Stored items:

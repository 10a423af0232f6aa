/**
 * Atomic output: write to a temporary file beside the target, rename over it when complete.
 * A run that fails midway removes the temporary file, so no half-written output is ever left.
 */
import { randomBytes } from "node:crypto";
import { createWriteStream, openSync, renameSync, rmSync, type WriteStream, writeFileSync } from "node:fs";
import { basename, dirname, join } from "node:path";
import { once } from "node:events";

export class AtomicWriter {
  private readonly tmp: string;
  private readonly stream: WriteStream;
  private done = false;

  constructor(readonly target: string) {
    this.tmp = join(dirname(target), `.${basename(target)}.tmp-${process.pid}-${Date.now()}`);
    // Opened synchronously: the file exists when the constructor returns, so abort() always finds it.
    const fd = openSync(this.tmp, "w");
    this.stream = createWriteStream(this.tmp, { fd, encoding: "utf8" });
  }

  /** Write a chunk, waiting when the stream's buffer is full (keeps memory flat). */
  async write(chunk: string): Promise<void> {
    if (!this.stream.write(chunk)) await once(this.stream, "drain");
  }

  /** Finish and move into place. */
  async commit(): Promise<void> {
    this.stream.end();
    await once(this.stream, "finish");
    renameSync(this.tmp, this.target);
    this.done = true;
  }

  /** Throw the partial output away (safe to call after commit: then it does nothing). */
  abort(): void {
    if (this.done) return;
    this.done = true;
    this.stream.destroy();
    rmSync(this.tmp, { force: true });
  }
}

/** Random bytes in a temporary file name: enough that two writers never collide. */
const TEMP_NAME_BYTES = 6;

/** Write a whole text file atomically: a new temporary file beside the target, then a rename. */
export function writeFileAtomic(file: string, text: string): void {
  const temp = join(
    dirname(file),
    `.${basename(file)}.${process.pid}.${randomBytes(TEMP_NAME_BYTES).toString("hex")}.tmp`,
  );
  try {
    writeFileSync(temp, text, { encoding: "utf8", flag: "wx" });
    renameSync(temp, file);
  } catch (e) {
    rmSync(temp, { force: true });
    throw e;
  }
}
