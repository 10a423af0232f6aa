import * as fs from "node:fs";
import * as os from "node:os";
import * as path from "node:path";
import { afterAll, describe, expect, it } from "vitest";
import { type ConllSummary, readConll } from "../src/read/conll.js";
import { joinTokens } from "../src/read/detokenize.js";
import { readMentions } from "../src/read/index.js";
import type { ReadMention } from "../src/read/mention-row.js";
import { chunkTags, detectScheme, parseScheme } from "../src/read/tags.js";
import { type ReadWarning, warningLine } from "../src/read/warnings.js";
import { InputError, UsageError } from "../src/util/errors.js";
import { collect, failure } from "./helpers/streams.js";

const dir = fs.mkdtempSync(path.join(os.tmpdir(), "hawser-read-conll-"));
afterAll(() => fs.rmSync(dir, { recursive: true, force: true }));

let counter = 0;
function fixture(content: string | Buffer, ext = ".conll"): string {
  counter++;
  const file = path.join(dir, `f${counter}${ext}`);
  fs.writeFileSync(file, content);
  return file;
}

/** Chunks as compact strings "LABEL start-end" with "!" for ill-formed ones. */
function chunks(tags: string, scheme: Parameters<typeof chunkTags>[1]): string[] {
  return chunkTags(tags.split(" "), scheme).map(
    (c) => `${c.label} ${c.start}-${c.end}${c.illFormed ? "!" : ""}`,
  );
}

// Chunk boundaries in every case below follow the chunk semantics of the CoNLL shared-task
// evaluation script (from memory): B- and S- start a chunk; an I- (or E-) after O, after E-/S-,
// or after a tag of another type starts a chunk; E- and S- end one; a type change ends one.
describe("chunkTags worked examples", () => {
  it("IOB2 (BIO)", () => {
    expect(chunks("B-PER I-PER O B-LOC B-LOC I-LOC", "IOB2")).toEqual(["PER 0-2", "LOC 3-4", "LOC 4-6"]);
    // Ill-formed: I- after O starts a chunk; I- of another type starts a new chunk.
    expect(chunks("O I-PER I-PER B-ORG I-LOC", "IOB2")).toEqual(["PER 1-3!", "ORG 3-4", "LOC 4-5!"]);
    expect(chunks("I-PER", "IOB2")).toEqual(["PER 0-1!"]);
  });

  it("IOB1", () => {
    // B- separates two adjacent chunks of the same type.
    expect(chunks("I-PER I-PER B-PER O I-LOC", "IOB1")).toEqual(["PER 0-2", "PER 2-3", "LOC 4-5"]);
    // Ill-formed under IOB1: B- that does not follow a chunk of its own type.
    expect(chunks("O B-PER I-PER", "IOB1")).toEqual(["PER 1-3!"]);
  });

  it("IOE2", () => {
    expect(chunks("I-ORG E-ORG E-ORG O E-LOC", "IOE2")).toEqual(["ORG 0-2", "ORG 2-3", "LOC 4-5"]);
    // Ill-formed under IOE2: a chunk that does not end in E-.
    expect(chunks("I-ORG I-ORG O", "IOE2")).toEqual(["ORG 0-2!"]);
  });

  it("IOE1", () => {
    // E- separates two adjacent chunks of the same type; chunks otherwise end with I-.
    expect(chunks("I-ORG E-ORG I-ORG O I-LOC", "IOE1")).toEqual(["ORG 0-2", "ORG 2-3", "LOC 4-5"]);
    expect(chunks("I-ORG E-ORG O", "IOE1")).toEqual(["ORG 0-2!"]);
  });

  it("BIOES", () => {
    expect(chunks("B-PER I-PER E-PER S-LOC O S-ORG S-ORG", "BIOES")).toEqual([
      "PER 0-3",
      "LOC 3-4",
      "ORG 5-6",
      "ORG 6-7",
    ]);
    // A chunk without its E- closes at O; a lone E- or I- is a chunk; B- B- are two chunks.
    expect(chunks("B-PER I-PER O E-LOC O I-ORG", "BIOES")).toEqual(["PER 0-2!", "LOC 3-4!", "ORG 5-6!"]);
    expect(chunks("B-PER B-PER", "BIOES")).toEqual(["PER 0-1!", "PER 1-2!"]);
    // E- ends a chunk: an I- right after it starts a new one.
    expect(chunks("B-PER E-PER I-PER E-PER", "BIOES")).toEqual(["PER 0-2", "PER 2-4!"]);
  });

  it("BILOU (L = E, U = S)", () => {
    expect(chunks("B-PER I-PER L-PER U-LOC O", "BILOU")).toEqual(["PER 0-3", "LOC 3-4"]);
    expect(chunks("B-PER E-PER", "BILOU")).toEqual(["PER 0-2!"]);
    expect(chunks("U-PER U-PER", "BILOU")).toEqual(["PER 0-1", "PER 1-2"]);
  });

  it("a type change inside a chunk splits it", () => {
    expect(chunks("B-PER I-ORG I-ORG", "IOB2")).toEqual(["PER 0-1", "ORG 1-3!"]);
    expect(chunks("B-PER E-ORG", "BIOES")).toEqual(["PER 0-1!", "ORG 1-2!"]);
  });

  it("handles empty and all-O sequences and labels with hyphens", () => {
    expect(chunks("O O", "IOB2")).toEqual([]);
    expect(chunkTags([], "IOB2")).toEqual([]);
    expect(chunks("B-GPE-TOWN I-GPE-TOWN", "IOB2")).toEqual(["GPE-TOWN 0-2"]);
  });

  it("rejects malformed tags", () => {
    expect(() => chunkTags(["X-PER"], "IOB2")).toThrow(UsageError);
    expect(() => chunkTags(["PER"], "IOB2")).toThrow(/prefix/);
  });
});

describe("scheme detection and names", () => {
  it("detects each scheme from its tags", () => {
    expect(detectScheme([["B-PER", "I-PER", "O", "B-LOC"]])).toBe("IOB2");
    expect(detectScheme([["I-PER", "I-PER", "B-PER", "O"]])).toBe("IOB1");
    expect(
      detectScheme([
        ["I-PER", "O"],
        ["O", "I-LOC"],
      ]),
    ).toBe("IOB1");
    expect(detectScheme([["B-PER", "E-PER", "S-LOC"]])).toBe("BIOES");
    expect(detectScheme([["S-LOC", "O"]])).toBe("BIOES");
    expect(detectScheme([["B-PER", "L-PER", "U-LOC"]])).toBe("BILOU");
    expect(detectScheme([["I-ORG", "E-ORG", "O"]])).toBe("IOE2");
    expect(detectScheme([["I-ORG", "E-ORG", "I-ORG", "O"]])).toBe("IOE1");
    expect(detectScheme([["O"]])).toBe("IOB2");
  });

  it("parses scheme names and aliases", () => {
    expect(parseScheme("bio")).toBe("IOB2");
    expect(parseScheme("IOBES")).toBe("BIOES");
    expect(parseScheme("bilou")).toBe("BILOU");
    expect(() => parseScheme("XYZ")).toThrow(/IOB1, IOB2/);
  });
});

describe("joinTokens", () => {
  it("attaches closing punctuation and clitics left and opening brackets right", () => {
    expect(
      joinTokens(["Capt", ".", "Orrin", "Vell", "'s", "packet", "(", "the", "Lark", ")", ",", "sailed", "."]),
    ).toBe("Capt. Orrin Vell's packet (the Lark), sailed.");
    expect(joinTokens([])).toBe("");
  });
});

const GAZETTE = [
  "# issue of the Harlow Gazette, spring 1891",
  "-DOCSTART- -X- -X- O",
  "",
  "Capt.\tNNP\tB-NP\tB-PER",
  "Orrin\tNNP\tI-NP\tI-PER",
  "Vell\tNNP\tI-NP\tI-PER",
  "docked\tVBD\tB-VP\tO",
  "at\tIN\tB-PP\tO",
  "Harlow\tNNP\tB-NP\tB-LOC",
  "Quay\tNNP\tI-NP\tI-LOC",
  ".\t.\tO\tO",
  "",
  "The\tDT\tB-NP\tO",
  "firm\tNN\tI-NP\tO",
  "paid\tVBD\tB-VP\tO",
  ".\t.\tO\tO",
  "",
  "Brannock\tNNP\tB-NP\tB-ORG",
  "&\tCC\tI-NP\tI-ORG",
  "Tull\tNNP\tI-NP\tI-ORG",
  "'s\tPOS\tB-NP\tO",
  "barge\tNN\tI-NP\tO",
  "(\t(\tO\tO",
  "Wren\tNNP\tB-NP\tB-MISC",
  ")\t)\tO\tO",
  "sank\tVBD\tB-VP\tO",
  "",
  "-DOCSTART- gazette-1891-05",
  "",
  "Ostry\tNNP\tB-NP\tB-LOC",
  "Mills\tNNP\tI-NP\tI-LOC",
  "burned\tVBD\tB-VP\tO",
  "",
].join("\n");

describe("readConll", () => {
  it("reads documents, sentences, token offsets, text and context", async () => {
    const file = fixture(GAZETTE);
    const mentions = await collect(readConll(file));
    expect(mentions.map((m) => `${m.id}|${m.text}|${m.type}`)).toEqual([
      "doc1-s1-t0|Capt. Orrin Vell|PER",
      "doc1-s1-t5|Harlow Quay|LOC",
      "doc1-s3-t12|Brannock & Tull|ORG",
      "doc1-s3-t18|Wren|MISC",
      "gazette-1891-05-s1-t0|Ostry Mills|LOC",
    ]);
    const harlow = mentions[1]!;
    expect(harlow).toMatchObject({
      doc: "doc1",
      sentence: 1,
      tokenStart: 5,
      tokenEnd: 7,
      source: { file, line: 9 },
      // Sentence 1 plus one sentence on each side (there is none before it).
      context: "Capt. Orrin Vell docked at Harlow Quay. The firm paid.",
    });
    expect(mentions[2]!.context).toBe("The firm paid. Brannock & Tull's barge (Wren) sank");
    expect(mentions[2]).toMatchObject({ sentence: 3, tokenStart: 12, tokenEnd: 15 });
    expect(mentions[4]!.context).toBe("Ostry Mills burned");
  });

  it("takes contextSentences sentences either side", async () => {
    const file = fixture(GAZETTE);
    const mentions = await collect(readConll(file, { contextSentences: 0 }));
    expect(mentions[2]!.context).toBe("Brannock & Tull's barge (Wren) sank");
    const wide = await collect(readConll(file, { contextSentences: 2 }));
    expect(wide[0]!.context).toBe(
      "Capt. Orrin Vell docked at Harlow Quay. The firm paid. Brannock & Tull's barge (Wren) sank",
    );
  });

  it("splits on runs of spaces, honors tagColumn and numbers documents without -DOCSTART-", async () => {
    const file = fixture(["Vell   B-PER  x", "sailed O   x", "", "Tull B-PER x"].join("\n"), ".bio");
    const mentions = await collect(readMentions(file, { tagColumn: 1 }));
    expect(mentions.map((m) => m.id)).toEqual(["doc1-s1-t0", "doc1-s2-t2"]);
  });

  it("detects the scheme and reports ill-formed sequences as one warning", async () => {
    const file = fixture(["Vell I-PER", "met O", "Tull I-PER", "Marsh B-PER", "", "Harlow B-LOC"].join("\n"));
    const warnings: ReadWarning[] = [];
    const reader = readConll(file, { onWarning: (w) => warnings.push(w) });
    const mentions: ReadMention[] = [];
    let result = await reader.next();
    while (!result.done) {
      mentions.push(result.value);
      result = await reader.next();
    }
    const summary: ConllSummary = result.value;
    // B-LOC after O means B- starts chunks: IOB2, where "I-PER" after O is ill-formed (twice).
    expect(summary.scheme).toBe("IOB2");
    expect(mentions.map((m) => m.text)).toEqual(["Vell", "Tull", "Marsh", "Harlow"]);
    expect(warnings).toHaveLength(1);
    expect(warnings[0]).toMatchObject({ code: "ill-formed-tags", count: 2, line: 1, file });
    expect(summary.warnings).toEqual(warnings);
  });

  it("reads BILOU files with the detected scheme", async () => {
    const file = fixture(["Orrin B-PER", "Vell L-PER", "of O", "Harlow U-LOC"].join("\n"), ".iob");
    const warnings: ReadWarning[] = [];
    const mentions = await collect(readConll(file, { onWarning: (w) => warnings.push(w) }));
    expect(mentions.map((m) => `${m.text}/${m.type}`)).toEqual(["Orrin Vell/PER", "Harlow/LOC"]);
    expect(warnings).toEqual([]);
  });

  it("rejects ragged rows naming file and line", async () => {
    const file = fixture(["Vell\tNNP\tB-PER", "sailed\tO", ""].join("\n"));
    const error = await failure(readConll(file));
    expect(error).toBeInstanceOf(InputError);
    expect(error.message).toContain(`${file}:2:`);
    expect(error.message).toContain("ragged");
  });

  it("rejects unknown tag prefixes naming file and line", async () => {
    const file = fixture(["Vell B-PER", "", "Tull X-PER"].join("\n"));
    const error = await failure(readConll(file, { scheme: "BIO" }));
    expect(error.message).toContain(`${file}:3: field "tag":`);
    expect(error.message).toContain('"X-"');
  });

  it("rejects invalid UTF-8 naming the line", async () => {
    const file = fixture(
      Buffer.concat([Buffer.from("Vell B-PER\nOst"), Buffer.from([0xf0, 0x9f]), Buffer.from("ry B-LOC\n")]),
    );
    const error = await failure(readConll(file));
    expect((error as InputError).line).toBe(2);
  });

  it("rejects a repeated document id", async () => {
    const file = fixture(["-DOCSTART- a", "Vell B-PER", "-DOCSTART- a", "Tull B-PER"].join("\n"));
    const error = await failure(readConll(file));
    expect(error.message).toContain(`${file}:3:`);
  });
});

describe("warnings for people", () => {
  it("name the file and line, and standard input as stdin", () => {
    const w: ReadWarning = {
      code: "ill-formed-tags",
      file: "-",
      line: 13,
      count: 2,
      message: "2 tag sequence(s)",
    };
    expect(warningLine(w)).toBe("stdin:13: 2 tag sequence(s)");
    expect(warningLine({ ...w, file: "a.conll", line: undefined })).toBe("a.conll: 2 tag sequence(s)");
  });
});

→ Problem to solve: Your task is to restate, word for word, the lines from the beginning of the records to the line with "private readonly stream: WriteStream;", inclusive.

→ Expected output:
repository 10a423af0232f6aa
/**
 * Atomic output: write to a temporary file beside the target, rename over it when complete.
 * A run that fails midway removes the temporary file, so no half-written output is ever left.
 */
import { randomBytes } from "node:crypto";
import { createWriteStream, openSync, renameSync, rmSync, type WriteStream, writeFileSync } from "node:fs";
import { basename, dirname, join } from "node:path";
import { once } from "node:events";

export class AtomicWriter {
  private readonly tmp: string;
  private readonly stream: WriteStream;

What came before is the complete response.